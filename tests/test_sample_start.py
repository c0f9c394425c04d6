"""Large fits start from a fit on a sample held in memory (its Newton passes in numpy), then finish on all rows."""

from __future__ import annotations

import numpy as np
import statsmodels.api as sm
from conftest import assert_close, load_frame

import dbfit
import dbfit.fitting.driver
from dbfit.design.layout import build_design
from dbfit.engines import engine_for
from dbfit.expressions.formula import parse_formula
from dbfit.expressions.source import source_relation
from dbfit.fitting.sample_fit import SampleArrays
from dbfit.fitting.statistics import StatisticsPass
from dbfit.interfaces.demo import FORMULA, REFERENCE, build_deliveries


def test_sample_start_gives_the_full_data_answer_in_fewer_passes(con, monkeypatch):
    # Reference: statsmodels GLM Binomial on the same rows (invented demo data used only as input here).
    build_deliveries(con, 40_000)
    cold = dbfit.fit(con, FORMULA, "deliveries", reference=REFERENCE, progress=False)
    monkeypatch.setattr(dbfit.fitting.driver, "SAMPLE_START_ROWS", 10_000)
    monkeypatch.setattr(dbfit.fitting.driver, "SAMPLE_ROWS", 8_000)
    phases = []
    warm = dbfit.fit(
        con, FORMULA, "deliveries", reference=REFERENCE, progress=lambda r: phases.append(r.phase)
    )
    assert "sample of 8,000 rows" in phases and phases[-1] == "full data"
    assert phases.count("full data") < cold.stats["iterations"]
    assert warm.stats["iterations"] == phases.count("full data")
    assert_close(warm.estimates, cold.estimates, 1e-8, "same estimates as the cold start")
    frame = con.execute("SELECT * FROM deliveries WHERE parcel_kg IS NOT NULL").df()
    reference = sm.GLM.from_formula(
        "late ~ distance_km + parcel_kg + C(depot, Treatment('North')) + C(tier, Treatment('standard'))"
        " + dispatch_hour + rain",
        frame.assign(late=frame.late.astype(int), rain=frame.rain.astype(int)),
        family=sm.families.Binomial(),
    ).fit(tol=1e-12)
    depot, tier = "C(depot, Treatment('North'))", "C(tier, Treatment('standard'))"
    order = ["Intercept", "distance_km", "parcel_kg"] + [
        f"{depot}[T.{d}]" for d in ("East", "Harbour", "South", "West")
    ]
    order += [f"{tier}[T.{t}]" for t in ("economy", "express")] + ["dispatch_hour", "rain"]
    assert_close(warm.estimates, reference.params[order].values, 1e-6, "estimates")
    assert_close(
        warm.coefficients["std_error"].to_numpy(), reference.bse[order].values, 1e-6, "standard errors"
    )
    leftover = con.execute(
        "SELECT count(*) FROM duckdb_tables() WHERE table_name LIKE 'dbfit_sample_%'"
    ).fetchall()
    assert leftover[0][0] == 0


def test_the_sample_passes_in_numpy_equal_the_statistics_query_on_the_same_rows(con):
    # Reference: the SQL statistics query (McCullagh and Nelder 1989, section 4.4) on the rows of statsmodels'
    # bundled star98 data (grouped binomial: NABOVE of NABOVE + NBELOW), with weights, an offset and trials,
    # at a moderate and at an extreme point (|eta| far above 17, where only the e = exp(-|eta|) forms hold).
    load_frame(con, "star98", sm.datasets.star98.load_pandas().data)
    engine = engine_for(con)
    design = build_design(
        engine,
        parse_formula("NABOVE ~ LOWINC + PERASIAN + PTRATIO + LOWINC:PTRATIO"),
        source_relation("star98"),
        weights="1 + PERMINTE / 100",
        offset="PCTAF / 100",
        trials="NABOVE + NBELOW",
    )
    parameters = list(range(len(design.labels)))
    rows = design.base_query()
    arrays = SampleArrays.fetch(engine, design, parameters, rows, scan=False)
    assert arrays.rows == 303
    in_sql = StatisticsPass(engine, design, rows)
    for beta in (np.array([-0.4, 0.3, -0.2, 0.1, 0.05]), np.array([30.0, -25.0, 12.0, -40.0, 22.0])):
        expected, actual = in_sql(parameters, beta), arrays.statistics(parameters, beta)
        assert_close(actual.gram.as_array(), expected.gram.as_array(), 1e-12, "information")
        assert_close(actual.score, expected.score, 1e-12, "score")
        assert_close(actual.loglik, expected.loglik, 1e-12, "log-likelihood")
        tails = [actual.extreme, actual.misfit_extreme]
        assert_close(tails, [expected.extreme, expected.misfit_extreme], 1e-12, "rows fitted at 0 or 1")
    assert expected.extreme > 0 and expected.misfit_extreme > 0  # the extreme point reaches those branches


def test_the_score_only_scans_stop_once_one_full_newton_pass_finishes_the_fit(con, monkeypatch):
    # Newton's method converges quadratically near the estimate (Nocedal and Wright 2006, Numerical
    # Optimization, 2nd ed., section 3.3): the refinement stops when the full pass that follows converges at
    # once, whatever the tolerance; the answer then agrees with a fit run to a much tighter tolerance, to
    # 1e-10 at the default tolerance. The invented demo data is only input here; the reference is that
    # fully converged cold fit.
    build_deliveries(con, 40_000)
    converged = dbfit.fit(
        con, FORMULA, "deliveries", reference=REFERENCE, tol=1e-15, max_iter=100, progress=False
    )
    monkeypatch.setattr(dbfit.fitting.driver, "SAMPLE_START_ROWS", 10_000)
    monkeypatch.setattr(dbfit.fitting.driver, "SAMPLE_ROWS", 8_000)
    score_only = {}
    for tol, agreement in ((1e-8, 1e-8), (1e-10, 1e-10), (1e-12, 1e-10)):
        reports: list = []
        warm = dbfit.fit(con, FORMULA, "deliveries", reference=REFERENCE, tol=tol, progress=reports.append)
        assert warm.stats["converged"] and warm.stats["iterations"] == 1  # one full Newton pass
        score_only[tol] = [report.phase for report in reports].count("full data, score only")
        assert score_only[tol] < dbfit.fitting.driver.REFINE_PASSES
        assert_close(warm.estimates, converged.estimates, agreement, f"estimates at tol={tol}")
    assert score_only[1e-8] < score_only[1e-10] < score_only[1e-12]


def test_a_source_that_is_not_a_table_is_sampled_by_a_reservoir_in_one_scan(con, monkeypatch):
    # A SELECT cannot be sampled by row blocks: a reservoir sample of its complete rows is drawn in one
    # counted scan. Reference: the cold fit of the same rows (itself checked against statsmodels above).
    build_deliveries(con, 40_000)
    source = "SELECT * FROM deliveries WHERE dispatch_hour < 20"
    cold = dbfit.fit(con, FORMULA, source, reference=REFERENCE, progress=False)
    monkeypatch.setattr(dbfit.fitting.driver, "SAMPLE_START_ROWS", 10_000)
    monkeypatch.setattr(dbfit.fitting.driver, "SAMPLE_ROWS", 8_000)
    reports: list = []
    warm = dbfit.fit(con, FORMULA, source, reference=REFERENCE, progress=reports.append)
    phases = [report.phase for report in reports]
    assert "sample of 8,000 rows" in phases
    # profile, the reservoir, the score-only scans, the Newton passes and the confirming scan
    assert warm.stats["scans"] == 2 + phases.count("full data, score only") + warm.stats["iterations"] + 1
    assert_close(warm.estimates, cold.estimates, 1e-8, "same estimates as the cold start")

++++++++

■ WHAT NEEDS TO BE DONE
Copy the listing exactly.

■ EXERCISE RESPONSE
filename tests/test_sample_start.py
repository c0f9c394425c04d6
"""Large fits start from a fit on a sample held in memory (its Newton passes in numpy), then finish on all rows."""

from __future__ import annotations

import numpy as np
import statsmodels.api as sm
from conftest import assert_close, load_frame

import dbfit
import dbfit.fitting.driver
from dbfit.design.layout import build_design
from dbfit.engines import engine_for
from dbfit.expressions.formula import parse_formula
from dbfit.expressions.source import source_relation
from dbfit.fitting.sample_fit import SampleArrays
from dbfit.fitting.statistics import StatisticsPass
from dbfit.interfaces.demo import FORMULA, REFERENCE, build_deliveries


def test_sample_start_gives_the_full_data_answer_in_fewer_passes(con, monkeypatch):
    # Reference: statsmodels GLM Binomial on the same rows (invented demo data used only as input here).
    build_deliveries(con, 40_000)
    cold = dbfit.fit(con, FORMULA, "deliveries", reference=REFERENCE, progress=False)
    monkeypatch.setattr(dbfit.fitting.driver, "SAMPLE_START_ROWS", 10_000)
    monkeypatch.setattr(dbfit.fitting.driver, "SAMPLE_ROWS", 8_000)
    phases = []
    warm = dbfit.fit(
        con, FORMULA, "deliveries", reference=REFERENCE, progress=lambda r: phases.append(r.phase)
    )
    assert "sample of 8,000 rows" in phases and phases[-1] == "full data"
    assert phases.count("full data") < cold.stats["iterations"]
    assert warm.stats["iterations"] == phases.count("full data")
    assert_close(warm.estimates, cold.estimates, 1e-8, "same estimates as the cold start")
    frame = con.execute("SELECT * FROM deliveries WHERE parcel_kg IS NOT NULL").df()
    reference = sm.GLM.from_formula(
        "late ~ distance_km + parcel_kg + C(depot, Treatment('North')) + C(tier, Treatment('standard'))"
        " + dispatch_hour + rain",
        frame.assign(late=frame.late.astype(int), rain=frame.rain.astype(int)),
        family=sm.families.Binomial(),
    ).fit(tol=1e-12)
    depot, tier = "C(depot, Treatment('North'))", "C(tier, Treatment('standard'))"
    order = ["Intercept", "distance_km", "parcel_kg"] + [
        f"{depot}[T.{d}]" for d in ("East", "Harbour", "South", "West")
    ]
    order += [f"{tier}[T.{t}]" for t in ("economy", "express")] + ["dispatch_hour", "rain"]
    assert_close(warm.estimates, reference.params[order].values, 1e-6, "estimates")
    assert_close(
        warm.coefficients["std_error"].to_numpy(), reference.bse[order].values, 1e-6, "standard errors"
    )
    leftover = con.execute(
        "SELECT count(*) FROM duckdb_tables() WHERE table_name LIKE 'dbfit_sample_%'"
    ).fetchall()
    assert leftover[0][0] == 0


def test_the_sample_passes_in_numpy_equal_the_statistics_query_on_the_same_rows(con):
    # Reference: the SQL statistics query (McCullagh and Nelder 1989, section 4.4) on the rows of statsmodels'
    # bundled star98 data (grouped binomial: NABOVE of NABOVE + NBELOW), with weights, an offset and trials,
    # at a moderate and at an extreme point (|eta| far above 17, where only the e = exp(-|eta|) forms hold).
    load_frame(con, "star98", sm.datasets.star98.load_pandas().data)
    engine = engine_for(con)
    design = build_design(
        engine,
        parse_formula("NABOVE ~ LOWINC + PERASIAN + PTRATIO + LOWINC:PTRATIO"),
        source_relation("star98"),
        weights="1 + PERMINTE / 100",
        offset="PCTAF / 100",
        trials="NABOVE + NBELOW",
    )
    parameters = list(range(len(design.labels)))
    rows = design.base_query()
    arrays = SampleArrays.fetch(engine, design, parameters, rows, scan=False)
    assert arrays.rows == 303
    in_sql = StatisticsPass(engine, design, rows)
    for beta in (np.array([-0.4, 0.3, -0.2, 0.1, 0.05]), np.array([30.0, -25.0, 12.0, -40.0, 22.0])):
        expected, actual = in_sql(parameters, beta), arrays.statistics(parameters, beta)
        assert_close(actual.gram.as_array(), expected.gram.as_array(), 1e-12, "information")
        assert_close(actual.score, expected.score, 1e-12, "score")
        assert_close(actual.loglik, expected.loglik, 1e-12, "log-likelihood")
        tails = [actual.extreme, actual.misfit_extreme]
        assert_close(tails, [expected.extreme, expected.misfit_extreme], 1e-12, "rows fitted at 0 or 1")
    assert expected.extreme > 0 and expected.misfit_extreme > 0  # the extreme point reaches those branches


def test_the_score_only_scans_stop_once_one_full_newton_pass_finishes_the_fit(con, monkeypatch):
    # Newton's method converges quadratically near the estimate (Nocedal and Wright 2006, Numerical
    # Optimization, 2nd ed., section 3.3): the refinement stops when the full pass that follows converges at
    # once, whatever the tolerance; the answer then agrees with a fit run to a much tighter tolerance, to
    # 1e-10 at the default tolerance. The invented demo data is only input here; the reference is that
    # fully converged cold fit.
    build_deliveries(con, 40_000)
    converged = dbfit.fit(
        con, FORMULA, "deliveries", reference=REFERENCE, tol=1e-15, max_iter=100, progress=False
    )
    monkeypatch.setattr(dbfit.fitting.driver, "SAMPLE_START_ROWS", 10_000)
    monkeypatch.setattr(dbfit.fitting.driver, "SAMPLE_ROWS", 8_000)
    score_only = {}
    for tol, agreement in ((1e-8, 1e-8), (1e-10, 1e-10), (1e-12, 1e-10)):
        reports: list = []
        warm = dbfit.fit(con, FORMULA, "deliveries", reference=REFERENCE, tol=tol, progress=reports.append)
        assert warm.stats["converged"] and warm.stats["iterations"] == 1  # one full Newton pass
        score_only[tol] = [report.phase for report in reports].count("full data, score only")
        assert score_only[tol] < dbfit.fitting.driver.REFINE_PASSES
        assert_close(warm.estimates, converged.estimates, agreement, f"estimates at tol={tol}")
    assert score_only[1e-8] < score_only[1e-10] < score_only[1e-12]


def test_a_source_that_is_not_a_table_is_sampled_by_a_reservoir_in_one_scan(con, monkeypatch):
    # A SELECT cannot be sampled by row blocks: a reservoir sample of its complete rows is drawn in one
    # counted scan. Reference: the cold fit of the same rows (itself checked against statsmodels above).
    build_deliveries(con, 40_000)
    source = "SELECT * FROM deliveries WHERE dispatch_hour < 20"
    cold = dbfit.fit(con, FORMULA, source, reference=REFERENCE, progress=False)
    monkeypatch.setattr(dbfit.fitting.driver, "SAMPLE_START_ROWS", 10_000)
    monkeypatch.setattr(dbfit.fitting.driver, "SAMPLE_ROWS", 8_000)
    reports: list = []
    warm = dbfit.fit(con, FORMULA, source, reference=REFERENCE, progress=reports.append)
    phases = [report.phase for report in reports]
    assert "sample of 8,000 rows" in phases
    # profile, the reservoir, the score-only scans, the Newton passes and the confirming scan
    assert warm.stats["scans"] == 2 + phases.count("full data, score only") + warm.stats["iterations"] + 1
    assert_close(warm.estimates, cold.estimates, 1e-8, "same estimates as the cold start")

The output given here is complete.